#### Given data

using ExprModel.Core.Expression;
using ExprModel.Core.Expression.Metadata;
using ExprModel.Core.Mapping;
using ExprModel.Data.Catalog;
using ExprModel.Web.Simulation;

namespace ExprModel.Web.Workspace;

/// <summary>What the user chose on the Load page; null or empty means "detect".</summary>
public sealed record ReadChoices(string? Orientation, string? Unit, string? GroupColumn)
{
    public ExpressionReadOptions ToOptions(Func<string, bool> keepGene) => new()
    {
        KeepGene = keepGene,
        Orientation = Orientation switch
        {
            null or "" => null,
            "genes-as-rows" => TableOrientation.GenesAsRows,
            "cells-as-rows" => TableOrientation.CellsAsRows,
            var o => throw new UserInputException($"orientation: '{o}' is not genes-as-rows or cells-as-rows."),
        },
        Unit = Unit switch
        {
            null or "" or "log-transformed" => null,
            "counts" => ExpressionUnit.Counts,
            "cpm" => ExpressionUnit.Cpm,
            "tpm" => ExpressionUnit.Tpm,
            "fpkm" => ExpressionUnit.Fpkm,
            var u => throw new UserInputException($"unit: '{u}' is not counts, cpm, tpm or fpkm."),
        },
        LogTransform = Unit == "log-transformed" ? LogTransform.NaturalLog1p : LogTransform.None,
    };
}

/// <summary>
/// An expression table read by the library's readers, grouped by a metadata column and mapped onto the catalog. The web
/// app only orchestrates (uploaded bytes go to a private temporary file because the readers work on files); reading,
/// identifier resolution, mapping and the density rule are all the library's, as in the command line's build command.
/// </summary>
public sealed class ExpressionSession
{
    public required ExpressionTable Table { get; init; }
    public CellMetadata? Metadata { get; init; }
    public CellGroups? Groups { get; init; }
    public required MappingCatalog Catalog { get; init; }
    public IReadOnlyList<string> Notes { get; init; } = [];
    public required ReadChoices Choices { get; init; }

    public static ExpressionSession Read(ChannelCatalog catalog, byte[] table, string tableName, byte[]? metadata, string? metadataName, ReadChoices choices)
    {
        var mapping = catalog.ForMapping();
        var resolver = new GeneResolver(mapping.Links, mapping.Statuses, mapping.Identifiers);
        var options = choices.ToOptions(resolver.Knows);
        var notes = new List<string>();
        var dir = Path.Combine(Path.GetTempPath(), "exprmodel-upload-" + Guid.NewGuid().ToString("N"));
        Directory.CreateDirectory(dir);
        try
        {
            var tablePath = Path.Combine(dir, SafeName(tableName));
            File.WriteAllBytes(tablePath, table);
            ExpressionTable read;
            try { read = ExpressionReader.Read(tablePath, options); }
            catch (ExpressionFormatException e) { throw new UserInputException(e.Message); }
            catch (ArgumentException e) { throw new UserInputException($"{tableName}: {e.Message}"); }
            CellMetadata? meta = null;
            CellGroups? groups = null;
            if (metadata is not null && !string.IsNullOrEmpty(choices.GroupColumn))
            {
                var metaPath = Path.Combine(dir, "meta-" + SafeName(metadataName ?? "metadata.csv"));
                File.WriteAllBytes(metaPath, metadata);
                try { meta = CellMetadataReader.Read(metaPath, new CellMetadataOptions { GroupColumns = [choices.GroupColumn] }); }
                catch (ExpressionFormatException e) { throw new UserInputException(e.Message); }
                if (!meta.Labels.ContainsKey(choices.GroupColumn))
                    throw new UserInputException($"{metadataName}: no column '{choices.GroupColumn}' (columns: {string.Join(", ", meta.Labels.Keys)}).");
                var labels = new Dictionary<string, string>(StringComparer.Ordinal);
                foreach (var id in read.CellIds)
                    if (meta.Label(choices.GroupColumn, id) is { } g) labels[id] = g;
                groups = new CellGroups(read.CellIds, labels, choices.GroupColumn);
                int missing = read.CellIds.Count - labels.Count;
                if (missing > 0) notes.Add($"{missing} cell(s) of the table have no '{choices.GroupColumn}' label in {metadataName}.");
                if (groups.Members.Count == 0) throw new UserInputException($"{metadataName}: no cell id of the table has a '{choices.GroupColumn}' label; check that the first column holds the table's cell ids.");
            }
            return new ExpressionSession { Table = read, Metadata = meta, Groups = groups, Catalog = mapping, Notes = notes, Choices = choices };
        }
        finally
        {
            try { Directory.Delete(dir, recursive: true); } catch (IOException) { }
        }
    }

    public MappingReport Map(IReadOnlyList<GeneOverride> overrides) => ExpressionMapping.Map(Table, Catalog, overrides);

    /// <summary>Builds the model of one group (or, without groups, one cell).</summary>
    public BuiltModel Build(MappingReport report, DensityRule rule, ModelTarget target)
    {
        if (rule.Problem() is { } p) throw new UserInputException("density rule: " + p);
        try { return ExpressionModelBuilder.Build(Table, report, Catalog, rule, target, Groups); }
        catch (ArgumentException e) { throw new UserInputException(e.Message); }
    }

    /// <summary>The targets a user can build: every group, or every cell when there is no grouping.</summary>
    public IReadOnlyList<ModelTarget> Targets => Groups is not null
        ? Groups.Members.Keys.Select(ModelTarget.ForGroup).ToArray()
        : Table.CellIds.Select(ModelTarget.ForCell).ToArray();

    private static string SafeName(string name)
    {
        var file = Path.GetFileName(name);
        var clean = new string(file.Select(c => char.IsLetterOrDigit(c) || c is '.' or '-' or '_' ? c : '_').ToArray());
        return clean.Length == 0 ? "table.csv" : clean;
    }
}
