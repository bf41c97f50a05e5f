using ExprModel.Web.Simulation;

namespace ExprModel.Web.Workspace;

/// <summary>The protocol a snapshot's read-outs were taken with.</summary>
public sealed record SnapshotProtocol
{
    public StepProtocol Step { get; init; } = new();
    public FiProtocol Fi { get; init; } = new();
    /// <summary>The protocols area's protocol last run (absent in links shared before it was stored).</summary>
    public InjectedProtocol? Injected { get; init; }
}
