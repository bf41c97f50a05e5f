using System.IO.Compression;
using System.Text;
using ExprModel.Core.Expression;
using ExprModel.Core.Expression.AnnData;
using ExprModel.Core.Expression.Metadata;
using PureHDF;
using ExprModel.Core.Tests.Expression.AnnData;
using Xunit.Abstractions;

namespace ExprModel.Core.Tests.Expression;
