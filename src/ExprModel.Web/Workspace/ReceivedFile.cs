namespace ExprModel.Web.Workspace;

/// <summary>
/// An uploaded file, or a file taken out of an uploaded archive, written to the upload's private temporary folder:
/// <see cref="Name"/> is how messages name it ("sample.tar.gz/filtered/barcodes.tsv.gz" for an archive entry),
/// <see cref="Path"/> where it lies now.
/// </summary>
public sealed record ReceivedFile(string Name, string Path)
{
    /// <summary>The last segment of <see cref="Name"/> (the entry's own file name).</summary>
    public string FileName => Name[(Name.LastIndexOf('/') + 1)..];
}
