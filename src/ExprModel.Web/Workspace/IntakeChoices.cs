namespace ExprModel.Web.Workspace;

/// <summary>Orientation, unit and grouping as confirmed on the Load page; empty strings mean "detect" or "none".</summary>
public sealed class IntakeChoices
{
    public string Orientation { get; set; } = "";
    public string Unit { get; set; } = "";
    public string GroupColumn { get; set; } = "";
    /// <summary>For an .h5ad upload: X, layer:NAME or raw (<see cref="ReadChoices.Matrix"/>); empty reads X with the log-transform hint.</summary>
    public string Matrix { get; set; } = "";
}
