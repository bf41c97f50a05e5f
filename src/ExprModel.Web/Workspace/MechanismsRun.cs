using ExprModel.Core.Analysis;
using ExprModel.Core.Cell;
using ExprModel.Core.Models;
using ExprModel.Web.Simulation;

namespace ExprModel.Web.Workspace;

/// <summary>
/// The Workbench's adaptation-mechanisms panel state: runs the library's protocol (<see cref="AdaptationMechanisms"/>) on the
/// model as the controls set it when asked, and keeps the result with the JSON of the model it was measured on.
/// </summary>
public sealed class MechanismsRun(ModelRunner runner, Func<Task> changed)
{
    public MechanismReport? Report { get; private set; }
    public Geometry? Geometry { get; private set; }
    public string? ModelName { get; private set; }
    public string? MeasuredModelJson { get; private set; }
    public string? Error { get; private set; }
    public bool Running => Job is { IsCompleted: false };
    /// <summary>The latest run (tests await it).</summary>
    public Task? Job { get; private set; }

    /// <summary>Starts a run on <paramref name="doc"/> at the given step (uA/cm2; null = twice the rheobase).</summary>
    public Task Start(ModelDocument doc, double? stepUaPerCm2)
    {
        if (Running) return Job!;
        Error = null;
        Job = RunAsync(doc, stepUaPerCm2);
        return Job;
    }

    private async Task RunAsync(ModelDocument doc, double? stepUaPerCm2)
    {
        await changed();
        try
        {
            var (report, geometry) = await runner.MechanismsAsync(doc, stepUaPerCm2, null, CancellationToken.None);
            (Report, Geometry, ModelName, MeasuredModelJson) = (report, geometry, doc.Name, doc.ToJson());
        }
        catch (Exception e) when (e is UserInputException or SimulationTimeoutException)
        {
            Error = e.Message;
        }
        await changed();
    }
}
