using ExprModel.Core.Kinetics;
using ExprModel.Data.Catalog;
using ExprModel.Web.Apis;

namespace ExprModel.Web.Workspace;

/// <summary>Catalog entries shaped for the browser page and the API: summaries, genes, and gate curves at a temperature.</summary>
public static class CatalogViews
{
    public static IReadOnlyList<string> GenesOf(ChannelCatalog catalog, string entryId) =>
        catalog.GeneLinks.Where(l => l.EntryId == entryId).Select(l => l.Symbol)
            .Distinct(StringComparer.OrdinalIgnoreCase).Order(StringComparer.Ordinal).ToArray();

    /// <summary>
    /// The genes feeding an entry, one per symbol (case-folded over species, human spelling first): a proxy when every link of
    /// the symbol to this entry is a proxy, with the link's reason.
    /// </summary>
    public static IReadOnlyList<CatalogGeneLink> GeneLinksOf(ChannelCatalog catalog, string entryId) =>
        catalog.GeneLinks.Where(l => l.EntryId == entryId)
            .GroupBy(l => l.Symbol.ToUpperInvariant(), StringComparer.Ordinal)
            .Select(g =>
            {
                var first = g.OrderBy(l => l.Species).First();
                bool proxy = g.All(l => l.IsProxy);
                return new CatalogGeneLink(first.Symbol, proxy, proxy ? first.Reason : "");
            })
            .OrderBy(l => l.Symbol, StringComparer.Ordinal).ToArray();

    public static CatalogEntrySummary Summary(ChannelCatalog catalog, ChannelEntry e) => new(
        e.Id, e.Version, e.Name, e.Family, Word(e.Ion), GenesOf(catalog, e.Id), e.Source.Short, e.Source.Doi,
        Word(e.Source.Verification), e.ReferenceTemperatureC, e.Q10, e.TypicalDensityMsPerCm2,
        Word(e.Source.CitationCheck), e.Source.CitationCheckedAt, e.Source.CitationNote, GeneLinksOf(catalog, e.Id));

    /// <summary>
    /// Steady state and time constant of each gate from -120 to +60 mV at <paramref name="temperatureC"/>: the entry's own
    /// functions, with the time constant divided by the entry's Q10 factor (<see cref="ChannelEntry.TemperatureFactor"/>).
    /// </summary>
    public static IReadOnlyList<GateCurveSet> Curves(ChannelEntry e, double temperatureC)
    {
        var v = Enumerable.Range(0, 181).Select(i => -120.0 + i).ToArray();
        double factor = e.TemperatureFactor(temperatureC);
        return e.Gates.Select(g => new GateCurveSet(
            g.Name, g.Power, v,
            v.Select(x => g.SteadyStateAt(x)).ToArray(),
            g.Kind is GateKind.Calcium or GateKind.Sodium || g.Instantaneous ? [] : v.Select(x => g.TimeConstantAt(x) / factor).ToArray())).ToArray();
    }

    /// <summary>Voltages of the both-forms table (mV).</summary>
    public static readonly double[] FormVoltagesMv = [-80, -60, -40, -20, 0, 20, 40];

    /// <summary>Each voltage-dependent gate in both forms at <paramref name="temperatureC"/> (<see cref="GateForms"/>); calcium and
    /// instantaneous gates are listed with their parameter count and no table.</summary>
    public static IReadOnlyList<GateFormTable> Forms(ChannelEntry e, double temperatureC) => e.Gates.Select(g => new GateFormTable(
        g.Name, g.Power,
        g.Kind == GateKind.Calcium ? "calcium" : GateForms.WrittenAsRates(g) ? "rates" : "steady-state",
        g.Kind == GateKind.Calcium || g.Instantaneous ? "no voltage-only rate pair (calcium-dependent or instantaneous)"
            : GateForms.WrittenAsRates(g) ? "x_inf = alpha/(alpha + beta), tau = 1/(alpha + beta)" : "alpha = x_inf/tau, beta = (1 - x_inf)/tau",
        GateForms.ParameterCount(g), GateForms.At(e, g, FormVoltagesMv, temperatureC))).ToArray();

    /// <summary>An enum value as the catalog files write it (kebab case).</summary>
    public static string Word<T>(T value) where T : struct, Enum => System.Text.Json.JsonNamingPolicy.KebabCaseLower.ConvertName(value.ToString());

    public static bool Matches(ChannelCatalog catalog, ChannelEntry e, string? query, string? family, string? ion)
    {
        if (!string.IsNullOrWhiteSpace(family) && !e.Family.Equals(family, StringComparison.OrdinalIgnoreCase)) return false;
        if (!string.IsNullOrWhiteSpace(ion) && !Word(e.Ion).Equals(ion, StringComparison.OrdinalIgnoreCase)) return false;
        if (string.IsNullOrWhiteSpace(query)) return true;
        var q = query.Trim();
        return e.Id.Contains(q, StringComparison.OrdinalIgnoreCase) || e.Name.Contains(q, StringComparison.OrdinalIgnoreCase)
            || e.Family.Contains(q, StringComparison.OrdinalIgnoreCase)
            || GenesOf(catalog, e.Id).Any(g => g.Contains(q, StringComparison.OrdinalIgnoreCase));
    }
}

########

#### What is expected:
Here the output must be the lines above from the line with "is no grouping.</summary>" to the line with "private static string", both included, duplicated word for word and nothing else.

#### Result:
    /// <summary>The targets a user can build: every group, or every cell when there is no grouping.</summary>
    public IReadOnlyList<ModelTarget> Targets => Groups is not null
        ? Groups.Members.Keys.Select(ModelTarget.ForGroup).ToArray()
        : Table.CellIds.Select(ModelTarget.ForCell).ToArray();

    private static string SafeName(string name)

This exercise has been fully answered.